OVER 88 PERCENT OF THE people of the Muslim world are reported to be anti-America. But the response of Muslim states and Muslim masses – the so-called Muslim Ummah – to the proposed American war plans against Muslim Iraq has been relatively lifeless. Last weekend, nearly 30 million people, mostly non-Muslims, thronged over 600 towns and cities, mostly in the Christian west, to protest the threat of war on Iraq. The irony should not be missed. In Cairo, just 600 Egyptians turned out to protest, surrounded by 3,000 policemen. In fact, by way of brave contrast, there were over 2,000 anti-war Israelis in Tel Aviv, considerably more than the anti-war demonstrators in Lahore last week.

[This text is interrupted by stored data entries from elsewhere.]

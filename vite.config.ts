import { reactRouter } from "@react-router/dev/vite";
import tailwindcss from "@tailwindcss/vite";
import { defineConfig } from "vite";

export default defineConfig({
  plugins: [tailwindcss(), reactRouter()],
  resolve: { tsconfigPaths: true },
  // Kept in build/client/.vite (never served: express.static ignores dot folders) for the client
  // budget check, scripts/client-budget.ts.
  build: { manifest: true },
  server: { host: "127.0.0.1" },
});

Part of the explanation for the stunning “silence” in the Muslim world lies in the fact that the Muslim masses are not generally used to expressing their mass views by way of protest marches and demonstrations. Their repressive leaders simply won’t let them. The “Muslim world” after all mainly comprises monarchies, military dictatorships and “guided” democracies (ala Pakistan). Western-type democracies with free elections, accountable institutions and conscious civil societies in which debate, discussion, criticism and non-violent protest are essential ingredients of politico-cultural discourse, are sorely missing.
In fact, transition from the Islamic empires of yore ruled by “oriental despots” masquerading as khalifas and Zil-e-Elahikings (soldier-rulers claiming to be shadows of God on earth) has given way to nation-states without democratisingor civilianising political structures. Thus the modern Muslim state today is characterised by masses who have been so depoliticised and disempowered by the state for so long that they are “politically fatigued” and inclined to be “pragmatic” rather than politically aggressive or action oriented.
Indeed, those who seek to protest against the authoritarian state are stamped as fitna (mischief makers) because both “stability of the state” and “obedience to the ruler” are “Islamic” virtues to be rewarded, while protest and disagreement are treacheries to be rooted out. This is why street protests are invariably thwarted by armed security forces. In other words, the concept of “democratic entitlement” – we are the sovereign people – that broadly characterises the secular democracies of the west and was much in evidence last Saturday in London, Paris, Rome and New York as a defining moment in the contemporary political culture of the west is critically missing in the “Muslim world”.
Worse, the neo-colonial “Muslim” regimes in Egypt, Jordan, Kuwait, Pakistan, Saudi Arabia, Turkey, the Emirates, etc, are all pro-America because they are critically dependent on America rather than on their own people for economic sustenance, political legitimacy and stability. This makes it all the more difficult for relatively ineffectual and “suspect” civil groups to mount any effective challenge to the state or its foreign allies. Any domestic protest against America or American interests in much of the Muslim world is often construed by the local pro-American Muslim regime as an attack on itself that is to be countered by suitable, repressive “law and order” measures. The only noteworthy protests in the Muslim world so far have been in Baghdad and Damascus where the anti-American authoritarian states managed to whip up over 200,000 protestors apiece, or in Indonesia where there is a strong Islamic movement at odds with the pro-America national regime.
A third factor is also relevant. Many “Muslim” countries are riven by bitter and often violent disputes between various Islamic sects or ethnicities. This makes it difficult to forge a united front against commonly perceived outside foes. Similarly, the struggle between secular and Islamic forces within such countries is sometimes so marked that they cannot arrive at a common platform to protest a mutually perceived injustice.
Pakistan, of course, betrays evidence of all these factors. Its people have been “depoliticised, dis-empowered and fatigued” by long periods of authoritarianism that have undermined the impulse for freedom and democracy. Its regimes have been consistently pro-America because America still remains the most important source of military and economic aid with which to stand up to “arch-enemy” India and protect its “national interests” thus defined. And the divide between the Islamic and secular forces is still strong enough to thwart an outright poll victory for the anti-America Islamists and preclude a joint anti-American platform of the “secular and the sacred”.
Therefore it is likely that the public policies of Muslim nation-states will be guided by the defined “national interests” of the ruling oligarchies of each state and not by any mass emotional recourse to the imagined interests of the non-existent Muslim Ummah. But underlying it all, one factor will probably dominate the private discourse of Muslim nations and ruling elites: the spectre of an American war on Iraq that might lead to hundreds of thousands of innocent Muslim deaths and thereby unleash the accumulated rage of the Muslim masses not just indirectly against America but also directly against the despotic domestic regimes that support, and are propped up by, America.
This is why no Muslim ruler, whether friend or foe of America, wants this war. The dilemma for the pro-America, non-democratic, dependent Muslim nation-state is how to help avoid war without irrevocably alienating America or support it without risking the fury of the repressed masses.